### Exercise prompt:
Copy each line below that has "isinstance".

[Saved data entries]
@dataclass(frozen=True, slots=True, kw_only=True)
class ListField(Field):
    """A list of mappings, each with the keys of the section named ``section``."""

    kind: ClassVar[str] = "list"
    section: str

    def read(self, rd: Reader, node: yaml.Node, path: str) -> Any:
        if not isinstance(node, yaml.SequenceNode):
            what = "nothing" if getattr(node, "tag", "") == _NULL else _kind(node)
            rd.add(
                node,
                path,
                f"expected a list of entries (each starting with '- '), got {what} "
                "(remove the key if there are none)",
            )
            return BAD
        out = []
        for i, item in enumerate(node.value):
            got = rd.section(item, self.section, f"{path}[{i}]")
            if got is not None:
                out.append((got, item, f"{path}[{i}]"))
        return out

    def value_schema(self) -> dict[str, Any]:
        return {"type": "array", "items": {"$ref": f"#/$defs/{self.section}"}}


# ---------------------------------------------------------------------------
# Frequencies and bands
# ---------------------------------------------------------------------------


def read_band(rd: Reader, node: yaml.Node, path: str, num: Num = FREQ) -> Any:
    """``[lo, hi]`` in MHz with lo < hi, each in ``num``: a :class:`~notchkit.site.model.Band`."""
    if not isinstance(node, yaml.SequenceNode) or len(node.value) != 2:
        rd.add(
            node,
            path,
            f"expected [lo, hi] in MHz, got {_count(node)} "
            "(allowed: two frequencies, e.g. [144.0, 148.0])",
        )
        return BAD
    lo = rd.number(node.value[0], num, f"{path}[0]")
    hi = rd.number(node.value[1], num, f"{path}[1]")
    if lo is BAD or hi is BAD:
        return BAD
    if lo >= hi:
        rd.add(
            node,
            path,
            f"[{lo:g}, {hi:g}]: the low edge must be below the high edge "
            "(allowed: [lo, hi] with lo < hi; one channel: use freq_mhz)",
        )
        return BAD
    return m.Band(lo_mhz=lo, hi_mhz=hi)


def _band_schema(num: Num) -> dict[str, Any]:
    return {"type": "array", "items": num.schema(), "minItems": 2, "maxItems": 2}


@dataclass(frozen=True, slots=True, kw_only=True)
class BandField(Field):
    """One band, ``[lo, hi]`` in MHz."""

    kind: ClassVar[str] = "band"
    num: Num = FREQ

    def read(self, rd: Reader, node: yaml.Node, path: str) -> Any:
        return read_band(rd, node, path, self.num)

    def value_schema(self) -> dict[str, Any]:
        return _band_schema(self.num)


@dataclass(frozen=True, slots=True, kw_only=True)
class FreqsField(Field):
    """One frequency, or a list of channels worked one at a time: a tuple of Bands."""

    kind: ClassVar[str] = "freqs"
    num: Num = FREQ

    def read(self, rd: Reader, node: yaml.Node, path: str) -> Any:
        if isinstance(node, yaml.SequenceNode):
            if not node.value:
                rd.add(node, path, "an empty list (allowed: a frequency, or a list of channels "
                       "in MHz, e.g. [146.52, 147.0])")  # fmt: skip
                return BAD
            got = [rd.number(v, self.num, f"{path}[{i}]") for i, v in enumerate(node.value)]
            if any(g is BAD for g in got):
                return BAD
            if len(set(got)) != len(got):
                rd.add(node, path, "a channel is listed twice (allowed: each channel once)")
                return BAD
            return tuple(m.Band(lo_mhz=f, hi_mhz=f) for f in got)
        f = rd.number(node, self.num, path)
        return BAD if f is BAD else (m.Band(lo_mhz=f, hi_mhz=f),)

    def value_schema(self) -> dict[str, Any]:
        item = self.num.schema()
        return {"oneOf": [item, {"type": "array", "items": item, "minItems": 1}]}


@dataclass(frozen=True, slots=True, kw_only=True)
class BandsField(Field):
    """[lo, hi], or a list of such bands worked one at a time: a tuple of Bands."""

    kind: ClassVar[str] = "bands"
    num: Num = FREQ

    def read(self, rd: Reader, node: yaml.Node, path: str) -> Any:
        if (
            isinstance(node, yaml.SequenceNode) and node.value
            and all(isinstance(v, yaml.SequenceNode) for v in node.value)
        ):  # fmt: skip
            got = [read_band(rd, v, f"{path}[{i}]", self.num) for i, v in enumerate(node.value)]
            if any(g is BAD for g in got):
                return BAD
            for i, a in enumerate(got):
                for b in got[:i]:
                    if a.overlaps(b):
                        rd.add(node.value[i], f"{path}[{i}]", f"[{a.lo_mhz:g}, {a.hi_mhz:g}] "
                               f"overlaps [{b.lo_mhz:g}, {b.hi_mhz:g}] (allowed: separate bands; "
                               "join overlapping ones into one)")  # fmt: skip
                        return BAD
            return tuple(got)
        b = read_band(rd, node, path, self.num)
        return BAD if b is BAD else (b,)

    def value_schema(self) -> dict[str, Any]:
        pair = _band_schema(self.num)
        return {"oneOf": [pair, {"type": "array", "items": pair, "minItems": 1}]}


# ---------------------------------------------------------------------------
# Radio names
# ---------------------------------------------------------------------------


@dataclass(frozen=True, slots=True, kw_only=True)
class PairField(Field):
    """Two radio names, ``[name-a, name-b]``: ((name, node), (name, node))."""

    kind: ClassVar[str] = "pair"

    def read(self, rd: Reader, node: yaml.Node, path: str) -> Any:
        if not isinstance(node, yaml.SequenceNode) or len(node.value) != 2:
            rd.add(
                node, path, f"expected two radio names, got {_count(node)} (allowed: [name-a, name-b])"
            )
            return BAD
        a = rd.text(node.value[0], f"{path}[0]", name=True)
        b = rd.text(node.value[1], f"{path}[1]", name=True)
        if a is BAD or b is BAD:
            return BAD
        return ((a, node.value[0]), (b, node.value[1]))

    def value_schema(self) -> dict[str, Any]:
        return {
            "type": "array",
            "items": {"type": "string", "pattern": NAME_PATTERN},
            "minItems": 2,
            "maxItems": 2,
        }


@dataclass(frozen=True, slots=True, kw_only=True)
class NamesField(Field):
    """A non-empty list of radio names: a tuple of (name, node)."""

    kind: ClassVar[str] = "names"

    def read(self, rd: Reader, node: yaml.Node, path: str) -> Any:
        if not isinstance(node, yaml.SequenceNode) or not node.value:
            rd.add(node, path, f"expected a list of radio names, got {_count(node)} "
                   "(allowed: e.g. [run-a, mult-b])")  # fmt: skip
            return BAD
        got = [rd.text(v, f"{path}[{i}]", name=True) for i, v in enumerate(node.value)]
        if any(g is BAD for g in got):
            return BAD
        return tuple(zip(got, node.value, strict=True))

    def value_schema(self) -> dict[str, Any]:
        return {"type": "array", "items": {"type": "string", "pattern": NAME_PATTERN}, "minItems": 1}


# ---------------------------------------------------------------------------
# Tables of two numbers
# ---------------------------------------------------------------------------


@dataclass(frozen=True, slots=True, kw_only=True)
class TableField(Field):
    """Rows of two numbers, rising in the first.

    ``cols`` names the two columns and their ranges; ``None`` is the cable loss table
    (``[freq_mhz, loss_db_per_100m]``, which may be empty and words its problems so).
    """

    kind: ClassVar[str] = "table"
    cols: tuple[tuple[str, Num], tuple[str, Num]] | None = None

    def read(self, rd: Reader, node: yaml.Node, path: str) -> Any:
        if self.cols is not None:
            return self._rows(rd, node, path, self.cols)
        if not isinstance(node, yaml.SequenceNode):
            rd.add(
                node,
                path,
                f"expected a list of [freq_mhz, loss_db_per_100m] pairs, got {_kind(node)} "
                "(allowed: e.g. [[10, 2.0], [100, 6.6]])",
            )
            return BAD
        out: list[tuple[float, float]] = []
        ok = True
        last: float | None = None
        for i, row in enumerate(node.value):
            rpath = f"{path}[{i}]"
            if not isinstance(row, yaml.SequenceNode) or len(row.value) != 2:
                rd.add(
                    row,
                    rpath,
                    f"expected [freq_mhz, loss_db_per_100m], got {_count(row)} "
                    "(allowed: e.g. [100, 6.6])",
                )
                ok = False
                continue
            f = rd.number(row.value[0], TABLE_FREQ, f"{rpath}[0]")
            loss = rd.number(row.value[1], TABLE_LOSS, f"{rpath}[1]")
            if f is BAD or loss is BAD:
                ok = False
                continue
            if last is not None and f <= last:
                rd.add(
                    row,
                    rpath,
                    f"frequency {f:g} MHz does not rise above {last:g} MHz "
                    "(allowed: rows in rising frequency, each once)",
                )
                ok = False
            last = f
            out.append((f, loss))
        return tuple(out) if ok else BAD

    @staticmethod
    def _rows(rd: Reader, node: yaml.Node, path: str, cols) -> Any:  # noqa: ANN001
        """A table of [x, y] rows with x rising (each column's range in ``cols``)."""
        (xn, xnum), (yn, ynum) = cols
        form = f"[{xn}, {yn}]"
        if not isinstance(node, yaml.SequenceNode) or not node.value:
            rd.add(node, path, f"expected a list of {form} rows, got {_count(node)} "
                   f"(allowed: at least one row, e.g. [[{xnum.lo:g}, 0]])")  # fmt: skip
            return BAD
        out: list[tuple[float, float]] = []
        ok = True
        last: float | None = None
        for i, row in enumerate(node.value):
            rpath = f"{path}[{i}]"
            if not isinstance(row, yaml.SequenceNode) or len(row.value) != 2:
                rd.add(row, rpath, f"expected {form}, got {_count(row)} (allowed: two numbers)")
                ok = False
                continue
            x = rd.number(row.value[0], xnum, f"{rpath}[0]")
            y = rd.number(row.value[1], ynum, f"{rpath}[1]")
            if x is BAD or y is BAD:
                ok = False
                continue
            if last is not None and x <= last:
                rd.add(row, rpath, f"{xn} {x:g} does not rise above {last:g} "
                       "(allowed: rows in rising order, each once)")  # fmt: skip
                ok = False
            last = x
            out.append((x, y))
        return tuple(out) if ok else BAD

    def value_schema(self) -> dict[str, Any]:
        xnum, ynum = (TABLE_FREQ, TABLE_LOSS) if self.cols is None else (self.cols[0][1], self.cols[1][1])
        row = {
            "type": "array",
            "prefixItems": [xnum.schema(), ynum.schema()],
            "minItems": 2,
            "maxItems": 2,
        }
        s: dict[str, Any] = {"type": "array", "items": row}
        if self.cols is not None:
            s["minItems"] = 1
        return s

### Response:
        if not isinstance(node, yaml.SequenceNode):
    if not isinstance(node, yaml.SequenceNode) or len(node.value) != 2:
        if isinstance(node, yaml.SequenceNode):
            isinstance(node, yaml.SequenceNode) and node.value
            and all(isinstance(v, yaml.SequenceNode) for v in node.value)
        if not isinstance(node, yaml.SequenceNode) or len(node.value) != 2:
        if not isinstance(node, yaml.SequenceNode) or not node.value:
        if not isinstance(node, yaml.SequenceNode):
            if not isinstance(row, yaml.SequenceNode) or len(row.value) != 2:
        if not isinstance(node, yaml.SequenceNode) or not node.value:
            if not isinstance(row, yaml.SequenceNode) or len(row.value) != 2:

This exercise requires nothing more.